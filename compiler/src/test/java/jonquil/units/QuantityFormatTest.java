package jonquil.units;

import static org.junit.jupiter.api.Assertions.assertEquals;
import static org.junit.jupiter.api.Assertions.assertFalse;
import static org.junit.jupiter.api.Assertions.assertTrue;

import java.util.List;
import org.junit.jupiter.api.Test;
import org.junit.jupiter.params.ParameterizedTest;
import org.junit.jupiter.params.provider.CsvSource;

/**
 * How values read back to people. The SI inputs are the printed values converted with the factors
 * the parser table cites (SI Brochure Table 7 prefixes; NIST SP 811 for W/cm²).
 */
class QuantityFormatTest {
  @ParameterizedTest(name = "{0} {1} -> {2}")
  @CsvSource(
      delimiter = '|',
      quoteCharacter = '"',
      value = {
        "0.5       | POWER        | 500 mW",
        "0.0005    | POWER        | 500 µW",
        "0.99996   | POWER        | 1 W",
        "2.5e13    | POWER        | 25 TW",
        "1.064e-6  | LENGTH       | 1064 nm",
        "1.55e-6   | LENGTH       | 1550 nm",
        "1.06e-5   | LENGTH       | 10.6 µm",
        "0.00017   | LENGTH       | 170 µm",
        "0.15      | LENGTH       | 150 mm",
        "2.5       | LENGTH       | 2.5 m",
        "1500      | LENGTH       | 1.5 km",
        "1e-10     | LENGTH       | 100 pm",
        "0         | LENGTH       | 0 m",
        "-0.002    | LENGTH       | -2 mm",
        "1e7       | IRRADIANCE   | 1 kW/cm²",
        "1e4       | IRRADIANCE   | 1 W/cm²",
        "3e14      | IRRADIANCE   | 30 GW/cm²",
        "1e4       | FLUENCE      | 1 J/cm²",
        "50        | FLUENCE      | 5 mJ/cm²",
        "3e7       | ELECTRIC_FIELD | 30 MV/m",
        "2500      | ELECTRIC_FIELD | 2.5 kV/m",
        "0.3926990816987241 | ANGLE | 22.5°",
        "0.5       | DIMENSIONLESS | 0.5",
        "8e-9      | TIME         | 8 ns",
        "1.2e-13   | TIME         | 120 fs",
        "3600      | TIME         | 3600 s",
        "1000      | FREQUENCY    | 1 kHz",
        "2.818e14  | FREQUENCY    | 281.8 THz",
        "300       | TEMPERATURE  | 300 K",
        "150       | INVERSE_LENGTH | 1.5 /cm",
        "1e-6      | AREA         | 1 mm²",
        "4.2e-15   | AREA         | 0.0042 µm²",
        "1.5e-27   | LENGTH4      | 0.0015 µm⁴",
        "0.5       | RESPONSIVITY | 500 mA/W",
        "123456789 | POWER        | 123.5 MW",
        "1e-20     | POWER        | 1e-5 fW",
      })
  void formatsInTheUnitTheTradeReads(double si, String dimension, String expected)
      throws Exception {
    Dimension dim = (Dimension) Dimension.class.getField(dimension).get(null);
    assertEquals(expected, QuantityFormat.format(si, dim));
  }

  @Test
  void unnamedDimensionsPrintInCoherentSiUnitsTheLanguageCanRead() {
    assertEquals("3 kg·m/s²", QuantityFormat.format(3, new Dimension(1, 1, -2, 0, 0, 0)));
    assertEquals("2 rad/s", QuantityFormat.format(2, Dimension.ANGLE.divide(Dimension.TIME)));
  }

  @Test
  void tinyAndHugeNumbersUseScientificNotation() {
    assertEquals("1.5e-25 fW", QuantityFormat.format(1.5e-40, Dimension.POWER));
    assertEquals("1.235e7 PW", QuantityFormat.format(1.2346e22, Dimension.POWER));
  }

  @Test
  void powerAlternativesIncludeWattsAndDbm() {
    // 0.5 mW is 10·log10(0.5) dBm = −3.0103 dBm (IEC 60027-3 definition of the level, from memory).
    List<String> alts = QuantityFormat.alternatives(0.0005, Dimension.POWER);
    assertTrue(alts.contains("0.0005 W"), alts::toString);
    assertTrue(alts.contains("-3.01 dBm"), alts::toString);
    assertFalse(alts.contains("500 mW"), "must not repeat format()");
  }

  @Test
  void irradianceAlternativesIncludeBothAreas() {
    List<String> alts = QuantityFormat.alternatives(1e7, Dimension.IRRADIANCE);
    assertTrue(alts.contains("1e7 W/m²"), alts::toString);
    assertTrue(alts.contains("1000 W/cm²"), alts::toString);
  }

  @Test
  void angleAlternativesIncludeRadians() {
    List<String> alts = QuantityFormat.alternatives(Math.PI / 8, Dimension.ANGLE);
    assertTrue(alts.contains("0.3927 rad"), alts::toString);
    assertTrue(alts.contains("392.7 mrad"), alts::toString);
  }

  @Test
  void lengthAlternativesIncludeMetresAndMicrometres() {
    List<String> alts = QuantityFormat.alternatives(1.064e-6, Dimension.LENGTH);
    assertTrue(alts.contains("1.064e-6 m"), alts::toString);
    assertTrue(alts.contains("1.064 µm"), alts::toString);
  }

  @Test
  void temperatureAlternativesIncludeCelsius() {
    // 300 K − 273.15 = 26.85 °C (SI Brochure 9th ed., Sect. 2.3.1, from memory).
    assertTrue(QuantityFormat.alternatives(300, Dimension.TEMPERATURE).contains("26.85 °C"));
  }

  @Test
  void ratioAlternativesIncludePercentDecibelAndOpticalDensity() {
    List<String> alts = QuantityFormat.alternatives(1e-3, Dimension.DIMENSIONLESS);
    assertTrue(alts.contains("0.1 %"), alts::toString);
    assertTrue(alts.contains("-30 dB"), alts::toString);
    assertTrue(alts.contains("OD 3"), alts::toString);
  }
}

**Task details**
Transcribe the full listing, matching it exactly.

**Reply**
filename compiler/src/test/java/jonquil/units/QuantityFormatTest.java
package jonquil.units;

import static org.junit.jupiter.api.Assertions.assertEquals;
import static org.junit.jupiter.api.Assertions.assertFalse;
import static org.junit.jupiter.api.Assertions.assertTrue;

import java.util.List;
import org.junit.jupiter.api.Test;
import org.junit.jupiter.params.ParameterizedTest;
import org.junit.jupiter.params.provider.CsvSource;

/**
 * How values read back to people. The SI inputs are the printed values converted with the factors
 * the parser table cites (SI Brochure Table 7 prefixes; NIST SP 811 for W/cm²).
 */
class QuantityFormatTest {
  @ParameterizedTest(name = "{0} {1} -> {2}")
  @CsvSource(
      delimiter = '|',
      quoteCharacter = '"',
      value = {
        "0.5       | POWER        | 500 mW",
        "0.0005    | POWER        | 500 µW",
        "0.99996   | POWER        | 1 W",
        "2.5e13    | POWER        | 25 TW",
        "1.064e-6  | LENGTH       | 1064 nm",
        "1.55e-6   | LENGTH       | 1550 nm",
        "1.06e-5   | LENGTH       | 10.6 µm",
        "0.00017   | LENGTH       | 170 µm",
        "0.15      | LENGTH       | 150 mm",
        "2.5       | LENGTH       | 2.5 m",
        "1500      | LENGTH       | 1.5 km",
        "1e-10     | LENGTH       | 100 pm",
        "0         | LENGTH       | 0 m",
        "-0.002    | LENGTH       | -2 mm",
        "1e7       | IRRADIANCE   | 1 kW/cm²",
        "1e4       | IRRADIANCE   | 1 W/cm²",
        "3e14      | IRRADIANCE   | 30 GW/cm²",
        "1e4       | FLUENCE      | 1 J/cm²",
        "50        | FLUENCE      | 5 mJ/cm²",
        "3e7       | ELECTRIC_FIELD | 30 MV/m",
        "2500      | ELECTRIC_FIELD | 2.5 kV/m",
        "0.3926990816987241 | ANGLE | 22.5°",
        "0.5       | DIMENSIONLESS | 0.5",
        "8e-9      | TIME         | 8 ns",
        "1.2e-13   | TIME         | 120 fs",
        "3600      | TIME         | 3600 s",
        "1000      | FREQUENCY    | 1 kHz",
        "2.818e14  | FREQUENCY    | 281.8 THz",
        "300       | TEMPERATURE  | 300 K",
        "150       | INVERSE_LENGTH | 1.5 /cm",
        "1e-6      | AREA         | 1 mm²",
        "4.2e-15   | AREA         | 0.0042 µm²",
        "1.5e-27   | LENGTH4      | 0.0015 µm⁴",
        "0.5       | RESPONSIVITY | 500 mA/W",
        "123456789 | POWER        | 123.5 MW",
        "1e-20     | POWER        | 1e-5 fW",
      })
  void formatsInTheUnitTheTradeReads(double si, String dimension, String expected)
      throws Exception {
    Dimension dim = (Dimension) Dimension.class.getField(dimension).get(null);
    assertEquals(expected, QuantityFormat.format(si, dim));
  }

  @Test
  void unnamedDimensionsPrintInCoherentSiUnitsTheLanguageCanRead() {
    assertEquals("3 kg·m/s²", QuantityFormat.format(3, new Dimension(1, 1, -2, 0, 0, 0)));
    assertEquals("2 rad/s", QuantityFormat.format(2, Dimension.ANGLE.divide(Dimension.TIME)));
  }

  @Test
  void tinyAndHugeNumbersUseScientificNotation() {
    assertEquals("1.5e-25 fW", QuantityFormat.format(1.5e-40, Dimension.POWER));
    assertEquals("1.235e7 PW", QuantityFormat.format(1.2346e22, Dimension.POWER));
  }

  @Test
  void powerAlternativesIncludeWattsAndDbm() {
    // 0.5 mW is 10·log10(0.5) dBm = −3.0103 dBm (IEC 60027-3 definition of the level, from memory).
    List<String> alts = QuantityFormat.alternatives(0.0005, Dimension.POWER);
    assertTrue(alts.contains("0.0005 W"), alts::toString);
    assertTrue(alts.contains("-3.01 dBm"), alts::toString);
    assertFalse(alts.contains("500 mW"), "must not repeat format()");
  }

  @Test
  void irradianceAlternativesIncludeBothAreas() {
    List<String> alts = QuantityFormat.alternatives(1e7, Dimension.IRRADIANCE);
    assertTrue(alts.contains("1e7 W/m²"), alts::toString);
    assertTrue(alts.contains("1000 W/cm²"), alts::toString);
  }

  @Test
  void angleAlternativesIncludeRadians() {
    List<String> alts = QuantityFormat.alternatives(Math.PI / 8, Dimension.ANGLE);
    assertTrue(alts.contains("0.3927 rad"), alts::toString);
    assertTrue(alts.contains("392.7 mrad"), alts::toString);
  }

  @Test
  void lengthAlternativesIncludeMetresAndMicrometres() {
    List<String> alts = QuantityFormat.alternatives(1.064e-6, Dimension.LENGTH);
    assertTrue(alts.contains("1.064e-6 m"), alts::toString);
    assertTrue(alts.contains("1.064 µm"), alts::toString);
  }

  @Test
  void temperatureAlternativesIncludeCelsius() {
    // 300 K − 273.15 = 26.85 °C (SI Brochure 9th ed., Sect. 2.3.1, from memory).
    assertTrue(QuantityFormat.alternatives(300, Dimension.TEMPERATURE).contains("26.85 °C"));
  }

  @Test
  void ratioAlternativesIncludePercentDecibelAndOpticalDensity() {
    List<String> alts = QuantityFormat.alternatives(1e-3, Dimension.DIMENSIONLESS);
    assertTrue(alts.contains("0.1 %"), alts::toString);
    assertTrue(alts.contains("-30 dB"), alts::toString);
    assertTrue(alts.contains("OD 3"), alts::toString);
  }
}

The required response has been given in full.